**RECORDS TO PROCESS**
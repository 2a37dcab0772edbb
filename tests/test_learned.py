"""Learned denoisers: shipped weights, layer-norm certificates, averagedness, training."""

from __future__ import annotations

import json
import warnings

import numpy as np
import pytest
import torch
import torch.nn.functional as F

import pnpguard as pg
from pnpguard.learned import (
    AveragedCNN,
    MultiscaleResidualCNN,
    ResidualCNN,
    averaged_cnn,
    circular_conv_norm,
    conv_norm_bound,
    load_denoiser,
    load_network,
    module_denoiser,
    residual_cnn,
    train_denoiser,
)
from pnpguard.learned._architectures import BY_CLASS_NAME, BY_NAME
from pnpguard.learned._averaged import dct_filters, reflected_shrink
from pnpguard.learned._data import LAB_FRAME_FIRST_SEED, LAB_FRAME_KINDS, PatchSampler, bundled_image, lab_frames
from pnpguard.learned._denoisers import AVERAGED_WEIGHTS, RESIDUAL_WEIGHTS, WEIGHTS_DIR
from pnpguard.learned._evaluate import held_out_table, noisy_copy
from pnpguard.learned._lipschitz import circular_conv, circular_conv_adjoint
from pnpguard.learned._training import _architecture_of
from pnpguard.learned._weights import read_weights, save_weights

RECORD = json.loads((WEIGHTS_DIR / "record.json").read_text())


# ------------------------------------------------------------------ helpers
def dense_conv(weight: torch.Tensor, size: tuple[int, int], padding: str) -> np.ndarray:
    """Matrix of a convolution layer on ``size`` images, column by column (float64)."""
    c_in = weight.shape[1]
    n = c_in * size[0] * size[1]
    basis = torch.eye(n, dtype=torch.float64).reshape(n, c_in, *size)
    if padding == "circular":
        out = circular_conv(basis, weight.double())
    else:
        out = F.conv2d(basis, weight.double(), padding=weight.shape[-1] // 2)
    return out.reshape(n, -1).T.numpy()


def power_iteration_norm(apply, adjoint, shape, iterations: int = 500) -> float:
    vector = torch.randn(shape, dtype=torch.float64, generator=torch.Generator().manual_seed(3))
    for _ in range(iterations):
        vector = adjoint(apply(vector))
        vector = vector / vector.norm()
    return float(apply(vector).norm())


def averagedness_excess(denoise, x: torch.Tensor, y: torch.Tensor, theta: float) -> float:
    """``||Dx - Dy||^2 + ((1 - theta)/theta) ||(I-D)x - (I-D)y||^2 - ||x - y||^2`` (<= 0 if averaged)."""
    dx, dy = denoise(x), denoise(y)
    a = x - y
    r = (x - dx) - (y - dy)
    return float((dx - dy).square().sum() + (1 - theta) / theta * r.square().sum() - a.square().sum())
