"""Argument validation: the same mistake raises the same exception type everywhere."""

from __future__ import annotations

import math
import re
from fractions import Fraction

import numpy as np
import pytest

import pnpguard as pg
from pnpguard import _validation as v
from pnpguard import bench
from pnpguard import phantoms as ph
from pnpguard.learned import ResidualCNN, residual_cnn

SHAPE = (8, 8)
IMAGE = np.linspace(0.0, 1.0, 64).reshape(SHAPE)
MASK = pg.PixelMask(np.ones(SHAPE))

# A positive real number, by name, at many public entry points.
POSITIVE_NUMBERS = {
    "WaveletShrinkage": ("sigma", lambda x: pg.WaveletShrinkage(sigma=x)),
    "TotalVariation": ("sigma", lambda x: pg.TotalVariation(sigma=x)),
    "NonLocalMeans": ("sigma", lambda x: pg.NonLocalMeans(sigma=x)),
    "GaussianSmoothing": ("sigma", lambda x: pg.GaussianSmoothing(1.0, sigma=x)),
    "GaussianSmoothing width": ("width", lambda x: pg.GaussianSmoothing(x)),
    "residual_cnn": ("sigma", lambda x: residual_cnn(x)),
    "LeastSquares": ("sigma", lambda x: pg.LeastSquares(MASK, IMAGE, sigma=x)),
    "LeastSquares.prox": ("step", lambda x: pg.LeastSquares(MASK, IMAGE).prox(IMAGE, x)),
    "gaussian_psf": ("sigma", lambda x: pg.gaussian_psf(5, x)),
    "disk_psf": ("radius", lambda x: pg.disk_psf(x)),
    "psnr": ("data_range", lambda x: pg.psnr(IMAGE, IMAGE, data_range=x)),
    "ssim": ("data_range", lambda x: pg.ssim(IMAGE[:, :8].repeat(2, 0).repeat(2, 1), IMAGE.repeat(2, 0).repeat(2, 1),
                                            data_range=x)),
    "shipped denoiser": ("strength", lambda x: bench.get_denoiser("wavelet").make(x, SHAPE)),
    "Ellipse": ("a", lambda x: ph.Ellipse(0.0, 0.0, x, 0.5)),
    "as_operator": ("norm", lambda x: pg.as_operator(np.eye(64), SHAPE, SHAPE, norm=x)),
    "choose_strength noise": ("noise", lambda x: pg.choose_strength(
        pg.LeastSquares(MASK, IMAGE), pg.WaveletShrinkage, "fb", (0.01, 0.1), noise=x)),
    "choose_strength tau": ("tau", lambda x: pg.choose_strength(
        pg.LeastSquares(MASK, IMAGE), pg.WaveletShrinkage, "fb", (0.01, 0.1), tau=x)),
    "choose_strength data_range": ("data_range", lambda x: pg.choose_strength(
        pg.LeastSquares(MASK, IMAGE), pg.WaveletShrinkage, "fb", (0.01, 0.1), data_range=x)),
}

# A positive integer, by name.
POSITIVE_INTEGERS = {
    "NonLocalMeans": ("patch_size", lambda n: pg.NonLocalMeans(sigma=0.1, patch_size=n)),
    "TotalVariation": ("max_iter", lambda n: pg.TotalVariation(sigma=0.1, max_iter=n)),
    "WaveletShrinkage": ("cycle_spins", lambda n: pg.WaveletShrinkage(sigma=0.1, cycle_spins=n)),
    "ParallelProjection": ("n_detectors", lambda n: pg.ParallelProjection(SHAPE, [0.0], n_detectors=n)),
    "ResidualCNN": ("unshuffle", lambda n: ResidualCNN(depth=2, width=4, unshuffle=n)),
    "cells": ("count", lambda n: ph.cells(16, count=n)),
    "run_suite": ("threads", lambda n: bench.run_suite("quick", threads=n)),
    "RunOptions.threads": ("threads", lambda n: pg.RunOptions(threads=n)),
    "RunOptions.anderson_memory": ("anderson_memory", lambda n: pg.RunOptions(anderson_memory=n)),
}

# (None is a valid "not set" for some of these, so it is not in the list.)
NOT_NUMBERS = ["a", True, np.bool_(False), [1.0], 1j]
OUT_OF_RANGE = [0.0, -1.0, math.nan, math.inf, -math.inf]


# (value, the exception every entry point raises for it)
NUMBER_MISTAKES = [(x, TypeError) for x in NOT_NUMBERS] + [(x, ValueError) for x in OUT_OF_RANGE]
INTEGER_MISTAKES = [(x, TypeError) for x in ("3", True, 2.0)] + [(x, ValueError) for x in (0, -2, np.int64(-1))]
TABLES = [(POSITIVE_NUMBERS, "a positive finite number", NUMBER_MISTAKES),
          (POSITIVE_INTEGERS, "a positive integer", INTEGER_MISTAKES)]


@pytest.mark.parametrize(
    ("table", "expected", "value", "error"),
    [(table, expected, value, error) for table, expected, mistakes in TABLES for value, error in mistakes],
    ids=lambda item: repr(item) if not isinstance(item, dict) else "",
)
def test_the_same_mistake_raises_the_same_type_at_every_entry_point(table, expected, value, error):
    # A value of the wrong kind: TypeError (the message shows its type); a value of the
    # right kind out of range: ValueError (the message shows the value).
    received = re.escape(repr(value)) + (r" \(" if error is TypeError else "$")
    for entry, (name, call) in table.items():
        try:
            call(value)
        except Exception as raised:  # noqa: BLE001 - the type is what is tested
            message = str(raised)
            assert type(raised) is error, (entry, type(raised).__name__, message)
            assert re.match(f"`{name}` must be {expected}, got {received}", message), (entry, message)
        else:
            pytest.fail(f"{entry} accepted {value!r}")


def test_numbers_of_every_real_kind_are_accepted_and_returned_as_python_numbers():
    for value in (2, 2.5, np.float32(2.5), np.int16(2), Fraction(5, 2)):
        result = v.positive_number(value, "x")
        assert type(result) is float and result == float(value)
    assert type(v.positive_int(np.int64(3), "n")) is int
    assert v.nonnegative_number(0, "x") == 0.0 and v.nonnegative_int(0, "n") == 0
    with pytest.raises(ValueError, match=r"`x` must be a non-negative finite number, got -0.5"):
        v.nonnegative_number(-0.5, "x")
    with pytest.raises(TypeError, match=r"`x` must be a finite real number, got True \(bool\)"):
        v.number(True, "x")


@pytest.mark.parametrize(
    ("kwargs", "inside", "outside", "interval"),
    [
        ({}, (0.0, 0.5, 1.0), (-1e-9, 1.0 + 1e-9), "[0, 1]"),
        ({"low_open": True}, (1e-9, 1.0), (0.0,), "(0, 1]"),
        ({"high_open": True}, (0.0, 0.999), (1.0,), "[0, 1)"),
        ({"low_open": True, "high_open": True}, (0.5,), (0.0, 1.0), "(0, 1)"),
    ],
)
def test_number_in_respects_open_and_closed_ends(kwargs, inside, outside, interval):
    for value in inside:
        assert v.number_in(value, "s", 0.0, 1.0, **kwargs) == value
    for value in outside:
        with pytest.raises(ValueError, match=f"^`s` must be a finite number in {re.escape(interval)}, got"):
            v.number_in(value, "s", 0.0, 1.0, **kwargs)
    with pytest.raises(TypeError, match="^`s` must be a finite number in"):
        v.number_in("0.5", "s", 0.0, 1.0, **kwargs)
    assert "[1, inf)" in _message(lambda: v.number_in(0.5, "length", 1.0, math.inf))


def test_image_shapes_and_choices():
    assert v.image_shape([np.int32(3), 4], "shape") == (3, 4)
    for bad in (8, 8.0, "88", (8.0, 8), (True, 8), None):
        with pytest.raises(TypeError, match=r"^`shape` must be a pair of positive integers \(H, W\)"):
            v.image_shape(bad, "shape")
    for bad in ((8,), (8, 8, 8), (0, 8), (8, -1)):
        with pytest.raises(ValueError, match=r"^`shape` must be a pair of positive integers \(H, W\)"):
            v.image_shape(bad, "shape")
    assert v.choice("zero", "boundary", ("zero", "periodic")) == "zero"
    message = _message(lambda: v.choice("zeros", "boundary", ("zero", "periodic")))
    assert message == "unknown `boundary` 'zeros'; valid: 'periodic', 'zero'; did you mean 'zero'?"
    assert _message(lambda: v.choice(["zero"], "boundary", ("zero",))).startswith("unknown `boundary` ['zero']")


def test_the_same_mistake_reads_the_same_at_operators_denoisers_and_phantoms():
    # A shape given as floats: TypeError at every entry point that takes an image size.
    for call in (lambda: pg.Convolution(np.ones((3, 3)), (8.0, 8.0)), lambda: pg.random_pixel_mask((8.0, 8.0), 0.5),
                 lambda: pg.GaussianSmoothing(1.0, shape=(8.0, 8.0)), lambda: ph.make_phantom("cells", (8.0, 8.0))):
        with pytest.raises(TypeError, match=r"^`shape` must be a pair of positive integers \(H, W\), got \(8.0, 8.0\)"):
            call()
    # A relaxation or a fraction out of its interval: ValueError naming the interval.
    with pytest.raises(ValueError, match=r"^`s` must be a finite number in \(0, 1\], got 1.5$"):
        pg.relaxed(pg.WaveletShrinkage(sigma=0.1), 1.5)
    with pytest.raises(TypeError, match=r"^`s` must be a finite number in \(0, 1\], got True \(bool\)$"):
        pg.relaxed(pg.WaveletShrinkage(sigma=0.1), True)
    with pytest.raises(ValueError, match=r"^`missing` must be a finite number in \[0, 1\), got 1.0$"):
        pg.random_pixel_mask(SHAPE, 1.0)


def _message(call) -> str:
    try:
        call()
    except (TypeError, ValueError) as error:
        return str(error)
    raise AssertionError("no error raised")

**ASSIGNMENT**
Your answer should be a single number: the count of lines above with the word "width".

**EXERCISE SOLUTION**
2